Outro diferencial apontado pela asset está em seu time sênior, com mais de 50 pessoas, sendo que aproximadamente 20 são sócios do negócio. A casa tem Antonio Quintella, ex-presidente do Credit Suisse no Brasil e na América Latina, como CEO. Já a área de gestão macro é tocada por Guilherme Gaertner e Eduardo Bodra, ambos ex-Itaú BBA e Advis Investimentos. Rafael Fritsch, ex-JPMorgan, Bank of America, Deutsche Bank e JGP, é responsável pela área de crédito, e Alessandro Correia, ex-Itaú BBA, Angra Partners e Pollux Capital, pela estratégia de equities.

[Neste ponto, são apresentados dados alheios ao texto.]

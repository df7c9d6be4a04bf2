// Helpers shared by the calibration suites: the Kolmogorov-Smirnov distance to
// U(0, 1), the exact binomial acceptance interval of a rejection count, and
// the rule that sizes every null check of a calibration file.
//
// Sizing rule (common practice, no source beyond Bonferroni's inequality): a
// calibrated test fails some null check of a file with probability at most
// kFamilyLevel = 0.001. The level is split Bonferroni over the k null checks
// of the file, each getting 0.001 / k: a rejection count must lie in its
// exact binomial interval with at most 0.001 / (2k) in each tail
// (BinomialInterval with coverage PerCheckCoverage(k)); a Kolmogorov-Smirnov
// distance must stay below the critical value of level 0.001 / k (SciPy
// stats.kstwo.ppf, Boost 1.74 has no Kolmogorov distribution). A one-sided
// check uses the same interval's upper end (conservative). Seeds are never
// changed after a failure; a failure means a miscalibrated test or a wrong
// band, to be found out. Power checks are not sized by this rule: their
// false-failure rate depends on the unknown power.
#pragma once

#include <algorithm>
#include <cmath>
#include <utility>
#include <vector>

#include <boost/math/distributions/binomial.hpp>

namespace locind::learners {

constexpr double kFamilyLevel = 0.001;

// Coverage of each of the `checks` null checks of a file under the rule above.
inline double PerCheckCoverage(int checks) { return 1 - kFamilyLevel / checks; }

// sup_u |F_n(u) - u| for the empirical distribution F_n of `p`.
inline double KolmogorovSmirnovDistance(std::vector<double> p) {
  std::sort(p.begin(), p.end());
  const double n = double(p.size());
  double d = 0;
  for (size_t i = 0; i < p.size(); ++i) {
    d = std::max({d, (double(i) + 1) / n - p[i], p[i] - double(i) / n});
  }
  return d;
}

// [lo, hi]: the central interval holding a Binomial(n, rate) count with
// probability >= coverage, from the exact distribution (Boost.Math):
// lo = smallest k with P(X <= k) >= (1 - coverage)/2, hi = smallest k with
// P(X <= k) >= (1 + coverage)/2.
inline std::pair<int, int> BinomialInterval(int n, double rate, double coverage) {
  const boost::math::binomial_distribution<> b(n, rate);
  int lo = 0, hi = 0;
  while (boost::math::cdf(b, lo) < (1 - coverage) / 2) ++lo;
  while (boost::math::cdf(b, hi) < (1 + coverage) / 2) ++hi;
  return {lo, hi};
}

inline int CountBelow(const std::vector<double>& p, double level) {
  return int(std::count_if(p.begin(), p.end(), [level](double x) { return x <= level; }));
}

}  // namespace locind::learners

Por fim, Francisco Funari, ex-Advis Investimentos, faz a gestão do fundo sistemático.

Carro-chefe da Canvas

Com quase 13 anos de operação, o multimercado Canvas Enduro, disponível na plataforma do BTG Pactual digital, é o principal fundo da gestora.

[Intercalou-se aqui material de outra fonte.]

// The DOT text of a learned graph scored against the class (the drawings of
// the truths themselves are in app/study/truth_drawings.h):
//
//   edge in the class          drawn as usual (dashed when the method marked it so)
//   false edge (not in N)      vermillion #D55E00 and thick
//   solid edge of N missed     dotted orange #E69F00, thick
//
// Colours from the Okabe & Ito (2008) colour-blind-safe set; false and
// missed edges also differ by thickness and line style, so the drawing reads
// without colour.
#pragma once

#include <string>
#include <vector>

#include "app/results/results_reader.h"
#include "app/study/study_truths.h"
#include "app/study/truth_drawings.h"
#include "metrics/truth_class.h"

namespace locind::app {

// The graph one learner reported in one replicate, from its rows of
// edges.csv (all rows of one cell, replicate and learner). Rows naming an
// edge over nodes the class does not have are skipped.
std::string LearnedDot(const metrics::TruthClass& truth_class, const std::vector<EdgeLine>& rows,
                       const std::string& title);

}  // namespace locind::app
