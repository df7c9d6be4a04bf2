// The report of a study: report.html (one self-contained page) and every
// figure as its own SVG in figures/, written into the result folder.
//
// Figures (captions in the page say how to read each):
//   power-*, false-edges-*   power and false-edge rate against observation
//                            length, one line per learner, cluster-bootstrap
//                            95% bands, power ceilings (dash-dot), targets
//                            and planned lengths from plan.csv
//   power-<group>-*          power per edge group (directed, loop, bidirected)
//   lost-<learner>-*         where edges are lost: per length, the missed
//                            solid and false edges per replicate stacked by
//                            cause (app/report/lost_edges_figure.h)
//   tests-*, seconds-*       tests made and learner seconds (log scale)
//   qq-<test>-<length>-parents-given, qq-<test>-<length>-parent-missing
//                            p-values of tests whose null holds in the truth
//                            against the uniform, with a pointwise 95% band,
//                            split by all_parents_given (null_tests.csv)
// The calibration section also has the table of calibration.csv (rejection
// share of true-null tests per test, length, level and all_parents_given,
// exact 95% intervals), and the page opens with one warning line for every
// row whose interval lies entirely above its level.
//   truth-*, projection-*, class-*   each truth (up to 3), its latent
//                            projection, its equivalence graph
//   learned-*                each learner's graph in the first replicates of
//                            the longest length, false edges and missed
//                            solid edges highlighted
// One set of power/cost figures per combination of the other grid factors
// (level, hidden count, stationarity target).
#pragma once

#include <string>
#include <vector>

#include "app/results/results_reader.h"
#include "app/report/report_html.h"
#include "app/study/study_truths.h"
#include "app/study/study_grid.h"
#include "app/study/study_spec.h"
#include "base/status.h"

namespace locind::app {

// The page of a study from its data, figures not yet rendered (each holds
// its gnuplot script or DOT text).
ReportPage BuildReportPage(const StudySpec& study, const std::vector<Cell>& cells,
                           const StudyTruths& truths, const ReportData& data);

// Builds the page from `data` (read from DIR), renders every figure
// (gnuplot, Graphviz) and writes DIR/figures/<id>.svg and DIR/report.html,
// the page last. Returns the number of figures.
Result<int> WriteReport(const std::string& dir, const StudySpec& study, const std::vector<Cell>& cells,
                        const StudyTruths& truths, const ReportData& data);

// ReadReportData(dir), then WriteReport: what `locind run` and `locind
// merge` call once the result files are written.
Result<int> WriteReportOfResults(const std::string& dir, const StudySpec& study,
                                 const std::vector<Cell>& cells, const StudyTruths& truths);

// The caution printed at the top of every report.
const std::string& ReportCaution();

}  // namespace locind::app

Com foco no cenário macroeconômico brasileiro, o fundo gerou um retorno de 690,2%, desde setembro de 2018, resultado 342% maior do que o CDI no período. Com uma volatilidade que gira entre 7% e 8%, o fundo também conta com outras versões do Enduro mais conservadoras, arrojadas e de previdência.

A asset ainda tem no portfólio o fundo sistemático global Canvas Vector, o long only Canvas Rally, o long biased Canvas Dakar e o de crédito Canvas High Yield.

Visão para 2021

Depois de passar por um 2020 de recuperação por conta da pandemia de covid-19, a Canvas iniciou este ano comprada (apostando na alta) em bolsa doméstica e no exterior. Apesar de enxergar um nível de precificação dos ativos com “bastante coisa ruim” no preço de Brasil, a asset não acredita em um colapso no País causado pelos ruídos políticos recentes, e afirma que o cenário externo positivo ancora as expectativas para cima.

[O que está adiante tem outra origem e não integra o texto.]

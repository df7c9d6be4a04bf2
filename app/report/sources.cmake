# locind_report: the HTML report: figures, drawings, page.
locind_layer(locind_report
  DEPS locind_running
  SOURCES
    app/report/report.cc
    app/report/report_drawings.cc
    app/report/report_figures.cc
    app/report/report_html.cc
    app/report/lost_edges_figure.cc
)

Ao falar do cenário de inflação lá de fora, a casa comenta que é cética ao olhar a taxa de juros com uma grande abertura. Segundo ela, o mundo está lutando há pelo menos uma década contra a deflação e os bancos centrais mundiais não veem com maus olhos uma alta moderada no nível dos preços. Sendo assim, o processo de normalização de taxa de juros deve ser gradual.

Além disso, a gestora diz estar zerada na posição de câmbio, após a piora da crise sanitária no País e ruídos políticos que fizeram do real a moeda que mais se desvalorizou no mundo. Para a Canvas, por mais que o real esteja depreciado em relação a seus pares, a moeda ainda vai demorar para se valorizar, já que funciona como uma “válvula de escape”, ou seja, quando tudo dá errado, é o câmbio que acaba se desvalorizando.

Na parte de juros, a Canvas enxerga um bom prêmio na curva de janeiro/2023, mas, por outro lado, está tomada no vértice de janeiro/2027. A casa também está tomada em juros de emergentes (Colômbia e África do Sul) e nos Treasuries.